Ammonium carbonate, HPLC grade acetonitrile, and methanol were purchased from Sigma-Aldrich, UK. HPLC grade water was produced by a Direct-Q 3 Ultrapure Water System from Millipore, UK. The mixtures of metabolite authentic standards were prepared from standards obtained from Sigma-Aldrich, UK. In order to analyse the more polar fraction of the milk samples (0.5 mL) were thawed at room temperature and then centrifuged or 10 minutes at 15,000 rpm at 4 °C (Eppendorf 5424 R, maximum RCF = 21.130 g). An aliquot of the supernatant (200 µl) was mixed with acetonitrile (800 µl). The solution was mixed thoroughly, emulsion was centrifuged for 10 minutes at 15,000 rpm at 4 °C (Eppendorf 5424 R), and the supernatant was transferred to an HPLC vial for Liquid Chromatography-Mass Spectrometry (LC-MS) analysis. The lipids in the milk were analysed by mixing 200 µl of the whole milk with 800 µl of isopropanol. The solution was mixed thoroughly and emulsion centrifuged for 10 minutes at 15,000 rpm at 4 °C (Eppendorf 5424 R). The supernatant was transferred to an HPLC vial for Liquid Chromatography-Mass Spectrometry (LC-MS) analysis.

HILIC–HRMS and multiple tandem HRMS analysis and data processing was carried out on an Accela 600 HPLC system combined with an Exactive (Orbitrap) mass spectrometer (ThermoFisher Scientific). An aliquot of each sample solution (10 μL) was injected onto a ZIC-pHILIC column (150 × 4.6 mm, 5 µm; HiChrom, Reading, UK) with mobile phase A: 20 mM ammonium carbonate in HPLC grade water (pH 9.2), and B: HPLC grade acetonitrile.
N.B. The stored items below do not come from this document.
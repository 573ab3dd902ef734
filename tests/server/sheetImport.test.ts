import { afterAll, beforeAll, describe, expect, test } from 'vitest';
import { keySet, newSheetKey, openSheetKey, sheetBytes, signSheet } from '@/server/sheets/signing';
import { addColony } from '@/shared/colonies/contract';
import { listFish, readFish } from '@/shared/fish/contract';
import { readPedigree } from '@/shared/lineage/contract';
import { inbreeding } from '@/shared/lineage/inbreeding';
import { kinship } from '@/shared/lineage/kinship';
import type { PedigreeEntry } from '@/shared/lineage/pedigree';
import { animalId } from '@/shared/sheets/ancestry';
import { SheetContent } from '@/shared/sheets/content';
import {
  changeSheetSettings,
  checkSheetPage,
  issueSheet,
  listKeys,
  previewSheet,
  rotateKey,
  withdrawSheet,
} from '@/shared/sheets/contract';
import {
  importSheet,
  listImported,
  previewImport,
  readImported,
  type SheetSource,
} from '@/shared/sheets/importContract';
import { readKeySet } from '@/shared/sheets/sheetFile';
import { type Known, memberOf, ownerWithRoom } from '../support/accounts';
import { duboisi, wild } from '../support/sheetContent';
import { broodIn, type Colony, colonyIn, record, TODAY, tankIn, tryRecord } from '../support/stock';
import { makeId, type TestApp, testApp } from '../support/testApp';

/** A fishroom with an owner, and a tank to put what comes in. */
type Room = { app: TestApp; owner: Known; roomId: string; quarantine: string };

/** Breeds: one colony of wild fish, a brood by either of two males, two of its young held back. */
let larkmoor: Room & { colony: Colony; broodId: string; son: string; daughter: string };
/** Buys, on another installation. */
let fennel: Room;
/** Buys from both, on the installation of the second. */
let third: Room;
let apps: TestApp[];

async function roomIn(app: TestApp): Promise<Room> {
  const { owner, roomId } = await ownerWithRoom(app);
  return { app, owner, roomId, quarantine: await tankIn(owner, roomId, 'Q1', 100) };
}

beforeAll(async () => {
  apps = [await testApp({ innerKeys: true }), await testApp({ innerKeys: true })];
  for (const app of apps) app.house.config.origin = app.origin;
  const [one, two] = apps;
  if (!one || !two) throw new Error('Two installations');
  const room = await roomIn(one);
  const colony = await colonyIn(room.owner, room.roomId);
  const { broodId, batchId } = await broodIn(room.owner, room.roomId, colony, { opening: 30 });
  const [son, daughter] = [makeId(), makeId()];
  await record(room.owner, room.roomId, {
    kind: 'heldBack',
    batchId,
    onDay: TODAY,
    keptAs: 'holdback',
    tankId: null,
    colonyId: null,
    note: null,
    fish: [
      { id: son, code: 'MOKA-H1', sex: 'male' },
      { id: daughter, code: 'MOKA-H2', sex: 'female' },
    ],
  });
  larkmoor = { ...room, colony, broodId, son, daughter };
  fennel = await roomIn(two);
  third = await roomIn(two);
});
afterAll(() => Promise.all(apps.map((app) => app.close())));

type Subject = { thing: 'fish' | 'brood'; subjectId: string; heads?: number; replaces?: string };

async function issued({ app, owner, roomId }: Room, { heads = 1, replaces, ...subject }: Subject) {
  const row = await owner.get(issueSheet, {
    params: { roomId },
    body: { ...subject, heads, replaces: replaces ?? null, because: replaces ? 'Told better' : null },
  });
  const page = await app.person().get(checkSheetPage, { params: { token: row.token } });
  const file: SheetSource = { from: 'file', jws: page.jws, keysAt: page.keysAt, keys: null };
  return { row, page, file, address: `${app.origin}/sheet/${row.token}` };
}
The gradient programme was as follows: 80% B (0 min) 20% B (30 min) 5% B (36 min) 80% B (37 min) 80% B (45 min). Peak extraction and alignment were calculated by integration of the area under the curve, using MZMine 2.14 software (open source). Resulting data were searched against an in-house metabolite database. Similar procedures were used for the lipids analysis which was carried out on an ACE Silica gel column (150 × 3 mm, 3 µm particle size) with mobile phase A 20 mM ammonium formate in water isopropanol (80:20) and mobile phase B acetonitrile/isopropanol (20:80). The flow rate was 0.3 mL/min and gradient was as follows: 0–1 min 8% B, 5 min 9% B, 10 min 20% B, 16 min 25% B, 23 min 35% B, 26–40 min 8% B.